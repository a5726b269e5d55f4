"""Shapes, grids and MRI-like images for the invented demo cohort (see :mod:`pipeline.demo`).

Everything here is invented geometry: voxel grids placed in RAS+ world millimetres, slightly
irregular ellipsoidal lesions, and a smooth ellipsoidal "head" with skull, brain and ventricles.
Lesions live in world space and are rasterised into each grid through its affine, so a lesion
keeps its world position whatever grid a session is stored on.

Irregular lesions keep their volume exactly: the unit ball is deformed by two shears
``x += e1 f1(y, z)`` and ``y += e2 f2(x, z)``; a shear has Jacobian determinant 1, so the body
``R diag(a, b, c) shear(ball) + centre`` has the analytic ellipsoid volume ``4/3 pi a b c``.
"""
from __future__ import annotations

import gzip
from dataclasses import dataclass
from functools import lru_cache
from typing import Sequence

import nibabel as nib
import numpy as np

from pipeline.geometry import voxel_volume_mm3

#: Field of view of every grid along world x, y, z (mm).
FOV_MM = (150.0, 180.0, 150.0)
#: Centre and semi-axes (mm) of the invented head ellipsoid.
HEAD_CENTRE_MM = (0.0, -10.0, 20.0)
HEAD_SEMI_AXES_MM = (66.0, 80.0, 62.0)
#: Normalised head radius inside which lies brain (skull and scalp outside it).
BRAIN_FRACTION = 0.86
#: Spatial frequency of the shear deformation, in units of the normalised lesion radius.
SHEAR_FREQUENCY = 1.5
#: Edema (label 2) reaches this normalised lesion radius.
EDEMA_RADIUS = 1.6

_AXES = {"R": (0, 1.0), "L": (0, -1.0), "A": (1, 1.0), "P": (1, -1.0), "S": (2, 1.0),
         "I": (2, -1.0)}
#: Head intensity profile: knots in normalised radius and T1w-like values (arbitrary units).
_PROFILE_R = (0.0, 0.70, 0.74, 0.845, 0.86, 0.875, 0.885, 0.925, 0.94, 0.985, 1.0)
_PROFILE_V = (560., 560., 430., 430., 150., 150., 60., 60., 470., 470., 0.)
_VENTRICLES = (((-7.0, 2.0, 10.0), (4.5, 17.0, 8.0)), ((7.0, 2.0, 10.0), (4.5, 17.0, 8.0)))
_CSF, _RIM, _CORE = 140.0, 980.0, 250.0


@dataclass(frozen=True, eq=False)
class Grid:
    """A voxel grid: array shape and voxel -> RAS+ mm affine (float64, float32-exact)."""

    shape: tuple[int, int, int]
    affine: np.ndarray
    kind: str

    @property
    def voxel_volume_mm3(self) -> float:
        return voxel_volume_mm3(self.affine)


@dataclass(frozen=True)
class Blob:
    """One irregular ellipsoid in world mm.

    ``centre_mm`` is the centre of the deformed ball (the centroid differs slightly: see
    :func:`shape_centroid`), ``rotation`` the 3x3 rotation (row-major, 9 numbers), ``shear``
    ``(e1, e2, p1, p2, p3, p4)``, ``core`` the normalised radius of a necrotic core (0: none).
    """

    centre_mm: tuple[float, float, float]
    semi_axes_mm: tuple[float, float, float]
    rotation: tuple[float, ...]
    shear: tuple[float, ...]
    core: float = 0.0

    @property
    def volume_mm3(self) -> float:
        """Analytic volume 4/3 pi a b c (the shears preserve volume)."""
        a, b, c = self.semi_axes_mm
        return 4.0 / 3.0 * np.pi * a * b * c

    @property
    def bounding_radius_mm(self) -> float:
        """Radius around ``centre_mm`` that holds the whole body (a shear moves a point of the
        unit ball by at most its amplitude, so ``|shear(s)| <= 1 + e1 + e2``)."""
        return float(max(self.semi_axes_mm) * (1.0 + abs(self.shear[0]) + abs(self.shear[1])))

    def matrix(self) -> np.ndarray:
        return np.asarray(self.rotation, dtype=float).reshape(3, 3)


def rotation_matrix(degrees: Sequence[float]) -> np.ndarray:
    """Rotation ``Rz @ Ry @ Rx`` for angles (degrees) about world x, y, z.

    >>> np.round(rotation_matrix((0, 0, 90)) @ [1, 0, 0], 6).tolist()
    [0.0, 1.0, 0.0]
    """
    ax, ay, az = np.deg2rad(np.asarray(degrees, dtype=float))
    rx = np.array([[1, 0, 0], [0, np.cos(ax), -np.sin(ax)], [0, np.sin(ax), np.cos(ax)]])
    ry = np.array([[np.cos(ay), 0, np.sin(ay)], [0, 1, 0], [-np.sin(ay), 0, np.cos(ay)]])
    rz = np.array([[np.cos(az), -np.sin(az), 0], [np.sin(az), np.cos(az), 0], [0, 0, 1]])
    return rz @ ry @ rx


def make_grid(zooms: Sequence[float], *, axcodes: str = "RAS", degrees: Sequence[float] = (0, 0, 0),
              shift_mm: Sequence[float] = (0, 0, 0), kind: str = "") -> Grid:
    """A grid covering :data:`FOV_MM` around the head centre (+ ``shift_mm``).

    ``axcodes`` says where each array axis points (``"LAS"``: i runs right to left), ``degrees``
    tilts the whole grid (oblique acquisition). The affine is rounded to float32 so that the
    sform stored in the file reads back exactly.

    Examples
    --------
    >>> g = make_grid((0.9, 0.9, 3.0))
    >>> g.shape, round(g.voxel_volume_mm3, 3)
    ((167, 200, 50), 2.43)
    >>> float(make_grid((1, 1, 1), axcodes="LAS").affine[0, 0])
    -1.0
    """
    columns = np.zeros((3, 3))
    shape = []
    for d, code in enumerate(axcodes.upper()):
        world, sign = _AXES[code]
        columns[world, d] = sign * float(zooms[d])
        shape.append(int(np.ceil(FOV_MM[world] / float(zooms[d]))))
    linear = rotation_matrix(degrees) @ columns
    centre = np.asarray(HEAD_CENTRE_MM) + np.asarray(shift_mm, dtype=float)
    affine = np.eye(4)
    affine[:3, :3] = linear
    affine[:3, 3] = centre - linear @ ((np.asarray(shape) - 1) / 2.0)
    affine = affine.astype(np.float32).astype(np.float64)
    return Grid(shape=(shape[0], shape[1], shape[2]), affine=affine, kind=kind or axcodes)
- - - - - - -
> What this task involves: Copy each entry above exactly, character for character.

> Task output:
repository a5726b269e5d55f4
"""Shapes, grids and MRI-like images for the invented demo cohort (see :mod:`pipeline.demo`).

Everything here is invented geometry: voxel grids placed in RAS+ world millimetres, slightly
irregular ellipsoidal lesions, and a smooth ellipsoidal "head" with skull, brain and ventricles.
Lesions live in world space and are rasterised into each grid through its affine, so a lesion
keeps its world position whatever grid a session is stored on.

Irregular lesions keep their volume exactly: the unit ball is deformed by two shears
``x += e1 f1(y, z)`` and ``y += e2 f2(x, z)``; a shear has Jacobian determinant 1, so the body
``R diag(a, b, c) shear(ball) + centre`` has the analytic ellipsoid volume ``4/3 pi a b c``.
"""
from __future__ import annotations

import gzip
from dataclasses import dataclass
from functools import lru_cache
from typing import Sequence

import nibabel as nib
import numpy as np

from pipeline.geometry import voxel_volume_mm3

#: Field of view of every grid along world x, y, z (mm).
FOV_MM = (150.0, 180.0, 150.0)
#: Centre and semi-axes (mm) of the invented head ellipsoid.
HEAD_CENTRE_MM = (0.0, -10.0, 20.0)
HEAD_SEMI_AXES_MM = (66.0, 80.0, 62.0)
#: Normalised head radius inside which lies brain (skull and scalp outside it).
BRAIN_FRACTION = 0.86
#: Spatial frequency of the shear deformation, in units of the normalised lesion radius.
SHEAR_FREQUENCY = 1.5
#: Edema (label 2) reaches this normalised lesion radius.
EDEMA_RADIUS = 1.6

_AXES = {"R": (0, 1.0), "L": (0, -1.0), "A": (1, 1.0), "P": (1, -1.0), "S": (2, 1.0),
         "I": (2, -1.0)}
#: Head intensity profile: knots in normalised radius and T1w-like values (arbitrary units).
_PROFILE_R = (0.0, 0.70, 0.74, 0.845, 0.86, 0.875, 0.885, 0.925, 0.94, 0.985, 1.0)
_PROFILE_V = (560., 560., 430., 430., 150., 150., 60., 60., 470., 470., 0.)
_VENTRICLES = (((-7.0, 2.0, 10.0), (4.5, 17.0, 8.0)), ((7.0, 2.0, 10.0), (4.5, 17.0, 8.0)))
_CSF, _RIM, _CORE = 140.0, 980.0, 250.0


@dataclass(frozen=True, eq=False)
class Grid:
    """A voxel grid: array shape and voxel -> RAS+ mm affine (float64, float32-exact)."""

    shape: tuple[int, int, int]
    affine: np.ndarray
    kind: str

    @property
    def voxel_volume_mm3(self) -> float:
        return voxel_volume_mm3(self.affine)


@dataclass(frozen=True)
class Blob:
    """One irregular ellipsoid in world mm.

    ``centre_mm`` is the centre of the deformed ball (the centroid differs slightly: see
    :func:`shape_centroid`), ``rotation`` the 3x3 rotation (row-major, 9 numbers), ``shear``
    ``(e1, e2, p1, p2, p3, p4)``, ``core`` the normalised radius of a necrotic core (0: none).
    """

    centre_mm: tuple[float, float, float]
    semi_axes_mm: tuple[float, float, float]
    rotation: tuple[float, ...]
    shear: tuple[float, ...]
    core: float = 0.0

    @property
    def volume_mm3(self) -> float:
        """Analytic volume 4/3 pi a b c (the shears preserve volume)."""
        a, b, c = self.semi_axes_mm
        return 4.0 / 3.0 * np.pi * a * b * c

    @property
    def bounding_radius_mm(self) -> float:
        """Radius around ``centre_mm`` that holds the whole body (a shear moves a point of the
        unit ball by at most its amplitude, so ``|shear(s)| <= 1 + e1 + e2``)."""
        return float(max(self.semi_axes_mm) * (1.0 + abs(self.shear[0]) + abs(self.shear[1])))

    def matrix(self) -> np.ndarray:
        return np.asarray(self.rotation, dtype=float).reshape(3, 3)


def rotation_matrix(degrees: Sequence[float]) -> np.ndarray:
    """Rotation ``Rz @ Ry @ Rx`` for angles (degrees) about world x, y, z.

    >>> np.round(rotation_matrix((0, 0, 90)) @ [1, 0, 0], 6).tolist()
    [0.0, 1.0, 0.0]
    """
    ax, ay, az = np.deg2rad(np.asarray(degrees, dtype=float))
    rx = np.array([[1, 0, 0], [0, np.cos(ax), -np.sin(ax)], [0, np.sin(ax), np.cos(ax)]])
    ry = np.array([[np.cos(ay), 0, np.sin(ay)], [0, 1, 0], [-np.sin(ay), 0, np.cos(ay)]])
    rz = np.array([[np.cos(az), -np.sin(az), 0], [np.sin(az), np.cos(az), 0], [0, 0, 1]])
    return rz @ ry @ rx


def make_grid(zooms: Sequence[float], *, axcodes: str = "RAS", degrees: Sequence[float] = (0, 0, 0),
              shift_mm: Sequence[float] = (0, 0, 0), kind: str = "") -> Grid:
    """A grid covering :data:`FOV_MM` around the head centre (+ ``shift_mm``).

    ``axcodes`` says where each array axis points (``"LAS"``: i runs right to left), ``degrees``
    tilts the whole grid (oblique acquisition). The affine is rounded to float32 so that the
    sform stored in the file reads back exactly.

    Examples
    --------
    >>> g = make_grid((0.9, 0.9, 3.0))
    >>> g.shape, round(g.voxel_volume_mm3, 3)
    ((167, 200, 50), 2.43)
    >>> float(make_grid((1, 1, 1), axcodes="LAS").affine[0, 0])
    -1.0
    """
    columns = np.zeros((3, 3))
    shape = []
    for d, code in enumerate(axcodes.upper()):
        world, sign = _AXES[code]
        columns[world, d] = sign * float(zooms[d])
        shape.append(int(np.ceil(FOV_MM[world] / float(zooms[d]))))
    linear = rotation_matrix(degrees) @ columns
    centre = np.asarray(HEAD_CENTRE_MM) + np.asarray(shift_mm, dtype=float)
    affine = np.eye(4)
    affine[:3, :3] = linear
    affine[:3, 3] = centre - linear @ ((np.asarray(shape) - 1) / 2.0)
    affine = affine.astype(np.float32).astype(np.float64)
    return Grid(shape=(shape[0], shape[1], shape[2]), affine=affine, kind=kind or axcodes)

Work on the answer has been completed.